● Instructions for the task: Entries follow. Give back exactly the lines starting at the one containing "reaches the officer." and ending at the one containing "line not understood;", and no other lines.

● Records for this exercise:
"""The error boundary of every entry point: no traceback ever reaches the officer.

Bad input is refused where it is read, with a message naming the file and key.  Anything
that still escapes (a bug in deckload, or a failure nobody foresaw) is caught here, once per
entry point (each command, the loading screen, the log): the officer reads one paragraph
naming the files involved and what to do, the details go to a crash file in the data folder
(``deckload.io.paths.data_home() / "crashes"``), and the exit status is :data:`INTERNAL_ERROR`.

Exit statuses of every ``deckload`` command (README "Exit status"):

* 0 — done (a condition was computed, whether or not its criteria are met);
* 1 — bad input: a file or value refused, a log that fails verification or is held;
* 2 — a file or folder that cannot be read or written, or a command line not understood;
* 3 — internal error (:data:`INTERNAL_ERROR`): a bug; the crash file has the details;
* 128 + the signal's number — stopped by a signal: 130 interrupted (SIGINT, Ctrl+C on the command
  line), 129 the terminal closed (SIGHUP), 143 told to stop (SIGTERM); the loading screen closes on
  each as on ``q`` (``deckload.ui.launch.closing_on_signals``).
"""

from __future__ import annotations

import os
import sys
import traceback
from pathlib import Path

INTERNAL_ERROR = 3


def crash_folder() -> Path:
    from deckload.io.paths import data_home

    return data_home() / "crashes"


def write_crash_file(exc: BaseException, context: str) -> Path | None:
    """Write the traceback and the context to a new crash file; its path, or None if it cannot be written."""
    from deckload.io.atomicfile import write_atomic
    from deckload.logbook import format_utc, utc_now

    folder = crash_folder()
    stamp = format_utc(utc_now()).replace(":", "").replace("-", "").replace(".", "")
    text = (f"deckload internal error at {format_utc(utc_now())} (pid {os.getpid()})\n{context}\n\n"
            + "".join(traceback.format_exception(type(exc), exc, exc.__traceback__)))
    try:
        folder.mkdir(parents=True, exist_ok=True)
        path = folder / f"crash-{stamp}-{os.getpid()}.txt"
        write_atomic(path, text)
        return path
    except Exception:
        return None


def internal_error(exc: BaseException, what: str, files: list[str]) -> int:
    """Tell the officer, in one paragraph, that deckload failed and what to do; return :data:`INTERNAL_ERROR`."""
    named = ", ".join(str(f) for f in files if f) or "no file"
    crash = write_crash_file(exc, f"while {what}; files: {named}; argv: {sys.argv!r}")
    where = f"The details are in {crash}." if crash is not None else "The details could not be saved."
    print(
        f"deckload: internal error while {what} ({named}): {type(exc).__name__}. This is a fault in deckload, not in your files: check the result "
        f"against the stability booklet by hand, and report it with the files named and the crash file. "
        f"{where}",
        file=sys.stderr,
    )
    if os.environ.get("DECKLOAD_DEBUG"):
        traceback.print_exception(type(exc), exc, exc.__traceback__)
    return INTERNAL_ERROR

* * *

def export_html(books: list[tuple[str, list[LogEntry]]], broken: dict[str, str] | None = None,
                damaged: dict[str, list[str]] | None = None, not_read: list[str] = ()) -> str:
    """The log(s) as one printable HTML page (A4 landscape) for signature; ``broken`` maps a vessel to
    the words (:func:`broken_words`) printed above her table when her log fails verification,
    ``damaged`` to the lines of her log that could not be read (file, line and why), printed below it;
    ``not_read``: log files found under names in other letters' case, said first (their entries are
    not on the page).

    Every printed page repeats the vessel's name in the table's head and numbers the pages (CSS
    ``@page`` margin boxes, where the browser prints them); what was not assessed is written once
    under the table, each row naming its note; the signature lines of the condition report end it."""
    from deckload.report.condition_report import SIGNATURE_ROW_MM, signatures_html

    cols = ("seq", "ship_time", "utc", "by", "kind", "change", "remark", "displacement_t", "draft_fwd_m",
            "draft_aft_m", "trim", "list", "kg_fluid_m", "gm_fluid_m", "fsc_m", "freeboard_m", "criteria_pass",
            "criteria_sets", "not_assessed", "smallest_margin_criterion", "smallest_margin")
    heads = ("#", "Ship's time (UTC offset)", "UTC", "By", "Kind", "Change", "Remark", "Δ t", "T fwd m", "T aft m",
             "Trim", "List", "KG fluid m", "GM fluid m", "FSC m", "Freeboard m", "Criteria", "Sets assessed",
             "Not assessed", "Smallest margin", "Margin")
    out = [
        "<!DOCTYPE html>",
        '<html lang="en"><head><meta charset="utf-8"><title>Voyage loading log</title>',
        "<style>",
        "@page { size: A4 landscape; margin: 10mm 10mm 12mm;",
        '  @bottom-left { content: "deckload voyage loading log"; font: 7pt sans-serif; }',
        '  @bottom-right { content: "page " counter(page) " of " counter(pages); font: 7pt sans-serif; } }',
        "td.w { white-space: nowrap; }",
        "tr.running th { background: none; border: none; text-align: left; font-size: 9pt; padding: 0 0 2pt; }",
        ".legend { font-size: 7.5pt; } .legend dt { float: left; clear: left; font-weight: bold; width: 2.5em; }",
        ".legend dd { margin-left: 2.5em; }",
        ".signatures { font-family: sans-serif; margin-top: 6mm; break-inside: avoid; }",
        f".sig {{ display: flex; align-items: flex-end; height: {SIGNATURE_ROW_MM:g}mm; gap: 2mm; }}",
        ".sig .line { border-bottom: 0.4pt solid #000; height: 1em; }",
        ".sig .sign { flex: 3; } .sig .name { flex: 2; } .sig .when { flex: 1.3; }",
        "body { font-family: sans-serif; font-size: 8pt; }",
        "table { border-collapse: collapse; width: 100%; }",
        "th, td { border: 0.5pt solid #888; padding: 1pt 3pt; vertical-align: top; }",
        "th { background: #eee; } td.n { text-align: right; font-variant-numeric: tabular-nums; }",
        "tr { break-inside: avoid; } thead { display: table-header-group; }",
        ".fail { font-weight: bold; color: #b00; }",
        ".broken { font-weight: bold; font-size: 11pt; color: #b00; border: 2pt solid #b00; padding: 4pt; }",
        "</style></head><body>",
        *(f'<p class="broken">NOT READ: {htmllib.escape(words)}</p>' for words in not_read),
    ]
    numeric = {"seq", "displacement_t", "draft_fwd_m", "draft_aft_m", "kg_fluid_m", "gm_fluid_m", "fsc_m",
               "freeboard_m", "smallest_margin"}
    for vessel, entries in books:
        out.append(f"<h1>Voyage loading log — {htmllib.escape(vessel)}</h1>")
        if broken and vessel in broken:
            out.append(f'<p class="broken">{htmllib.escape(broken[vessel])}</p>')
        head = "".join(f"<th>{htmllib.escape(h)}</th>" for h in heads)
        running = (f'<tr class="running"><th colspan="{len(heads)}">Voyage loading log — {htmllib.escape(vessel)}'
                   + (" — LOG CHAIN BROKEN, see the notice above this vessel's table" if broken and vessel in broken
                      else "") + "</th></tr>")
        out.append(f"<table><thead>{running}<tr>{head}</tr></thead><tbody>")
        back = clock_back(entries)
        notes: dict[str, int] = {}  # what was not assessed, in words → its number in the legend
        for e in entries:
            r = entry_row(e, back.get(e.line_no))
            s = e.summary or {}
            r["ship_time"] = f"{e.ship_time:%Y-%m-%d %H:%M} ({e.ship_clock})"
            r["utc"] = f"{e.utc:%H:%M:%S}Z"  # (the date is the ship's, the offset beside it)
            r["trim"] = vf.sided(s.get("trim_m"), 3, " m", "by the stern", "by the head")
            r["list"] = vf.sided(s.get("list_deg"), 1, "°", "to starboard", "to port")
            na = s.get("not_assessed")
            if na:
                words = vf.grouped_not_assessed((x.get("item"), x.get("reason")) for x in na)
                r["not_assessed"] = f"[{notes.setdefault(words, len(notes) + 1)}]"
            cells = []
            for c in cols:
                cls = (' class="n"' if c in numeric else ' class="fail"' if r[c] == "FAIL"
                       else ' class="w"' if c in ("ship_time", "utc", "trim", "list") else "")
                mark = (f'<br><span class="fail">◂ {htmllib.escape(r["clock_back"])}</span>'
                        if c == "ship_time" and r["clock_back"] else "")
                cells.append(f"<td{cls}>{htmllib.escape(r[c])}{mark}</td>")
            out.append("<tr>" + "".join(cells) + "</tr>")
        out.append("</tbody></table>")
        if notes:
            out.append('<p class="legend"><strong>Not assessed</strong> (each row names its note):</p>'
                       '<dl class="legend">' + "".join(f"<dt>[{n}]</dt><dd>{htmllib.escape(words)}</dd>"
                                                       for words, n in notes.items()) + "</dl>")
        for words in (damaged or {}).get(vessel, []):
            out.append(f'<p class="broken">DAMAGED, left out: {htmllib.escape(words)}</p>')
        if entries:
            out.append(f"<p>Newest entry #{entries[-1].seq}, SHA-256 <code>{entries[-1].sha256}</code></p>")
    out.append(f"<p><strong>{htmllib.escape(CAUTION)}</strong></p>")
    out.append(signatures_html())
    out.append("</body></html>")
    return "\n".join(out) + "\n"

...

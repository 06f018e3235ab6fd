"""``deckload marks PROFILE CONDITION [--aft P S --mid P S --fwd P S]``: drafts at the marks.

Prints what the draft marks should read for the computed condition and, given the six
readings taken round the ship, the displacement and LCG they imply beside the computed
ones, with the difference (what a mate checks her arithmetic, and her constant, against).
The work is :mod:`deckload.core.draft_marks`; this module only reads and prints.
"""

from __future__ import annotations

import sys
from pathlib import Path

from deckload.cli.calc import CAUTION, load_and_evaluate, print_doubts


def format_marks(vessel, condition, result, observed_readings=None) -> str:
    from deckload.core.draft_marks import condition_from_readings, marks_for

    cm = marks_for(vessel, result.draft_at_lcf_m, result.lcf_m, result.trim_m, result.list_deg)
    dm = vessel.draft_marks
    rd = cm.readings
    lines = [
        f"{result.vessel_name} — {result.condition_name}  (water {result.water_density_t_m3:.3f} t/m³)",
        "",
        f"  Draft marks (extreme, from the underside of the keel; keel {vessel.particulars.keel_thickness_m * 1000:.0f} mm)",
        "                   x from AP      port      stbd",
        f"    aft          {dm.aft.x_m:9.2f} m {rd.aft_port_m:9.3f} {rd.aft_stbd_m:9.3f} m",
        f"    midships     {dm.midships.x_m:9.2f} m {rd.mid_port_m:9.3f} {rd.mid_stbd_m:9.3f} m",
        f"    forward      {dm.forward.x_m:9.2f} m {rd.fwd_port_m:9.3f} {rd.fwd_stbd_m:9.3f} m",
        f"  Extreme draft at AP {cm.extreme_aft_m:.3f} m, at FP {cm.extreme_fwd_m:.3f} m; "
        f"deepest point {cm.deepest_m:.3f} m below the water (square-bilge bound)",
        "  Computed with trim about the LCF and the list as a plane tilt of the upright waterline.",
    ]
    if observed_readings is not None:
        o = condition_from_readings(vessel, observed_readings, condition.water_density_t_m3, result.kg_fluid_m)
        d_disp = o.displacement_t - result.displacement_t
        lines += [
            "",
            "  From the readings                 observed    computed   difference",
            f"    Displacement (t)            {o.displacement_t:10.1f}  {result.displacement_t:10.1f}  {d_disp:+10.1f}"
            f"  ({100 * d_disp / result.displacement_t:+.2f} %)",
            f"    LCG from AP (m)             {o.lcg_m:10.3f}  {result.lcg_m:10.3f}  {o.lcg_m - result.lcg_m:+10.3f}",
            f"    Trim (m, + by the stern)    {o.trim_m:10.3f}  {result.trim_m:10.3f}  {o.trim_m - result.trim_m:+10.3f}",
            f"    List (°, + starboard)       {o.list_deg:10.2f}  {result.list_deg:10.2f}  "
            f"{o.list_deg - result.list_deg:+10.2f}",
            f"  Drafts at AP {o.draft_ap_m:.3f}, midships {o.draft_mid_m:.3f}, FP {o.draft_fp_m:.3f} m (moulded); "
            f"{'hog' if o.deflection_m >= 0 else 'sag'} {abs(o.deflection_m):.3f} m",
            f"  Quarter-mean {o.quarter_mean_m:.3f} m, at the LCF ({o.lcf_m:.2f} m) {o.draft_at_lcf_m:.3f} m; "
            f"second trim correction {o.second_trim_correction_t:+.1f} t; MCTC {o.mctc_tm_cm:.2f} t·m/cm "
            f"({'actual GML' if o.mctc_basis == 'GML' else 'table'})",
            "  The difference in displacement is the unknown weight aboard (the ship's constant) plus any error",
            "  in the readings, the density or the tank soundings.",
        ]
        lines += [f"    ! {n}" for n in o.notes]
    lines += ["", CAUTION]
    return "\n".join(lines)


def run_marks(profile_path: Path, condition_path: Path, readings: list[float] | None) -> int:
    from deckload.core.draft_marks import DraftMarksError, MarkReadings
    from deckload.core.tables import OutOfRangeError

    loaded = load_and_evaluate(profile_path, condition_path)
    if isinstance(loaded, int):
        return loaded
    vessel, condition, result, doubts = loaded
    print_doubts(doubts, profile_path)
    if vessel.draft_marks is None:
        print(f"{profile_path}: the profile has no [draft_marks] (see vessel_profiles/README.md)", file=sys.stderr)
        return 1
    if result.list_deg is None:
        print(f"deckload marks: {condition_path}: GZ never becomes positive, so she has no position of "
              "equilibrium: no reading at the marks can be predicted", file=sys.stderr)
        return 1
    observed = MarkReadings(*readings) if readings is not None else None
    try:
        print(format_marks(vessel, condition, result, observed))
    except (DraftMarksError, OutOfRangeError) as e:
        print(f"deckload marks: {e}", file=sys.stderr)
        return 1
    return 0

● Exercise result:
"""The error boundary of every entry point: no traceback ever reaches the officer.

Bad input is refused where it is read, with a message naming the file and key.  Anything
that still escapes (a bug in deckload, or a failure nobody foresaw) is caught here, once per
entry point (each command, the loading screen, the log): the officer reads one paragraph
naming the files involved and what to do, the details go to a crash file in the data folder
(``deckload.io.paths.data_home() / "crashes"``), and the exit status is :data:`INTERNAL_ERROR`.

Exit statuses of every ``deckload`` command (README "Exit status"):

* 0 — done (a condition was computed, whether or not its criteria are met);
* 1 — bad input: a file or value refused, a log that fails verification or is held;
* 2 — a file or folder that cannot be read or written, or a command line not understood;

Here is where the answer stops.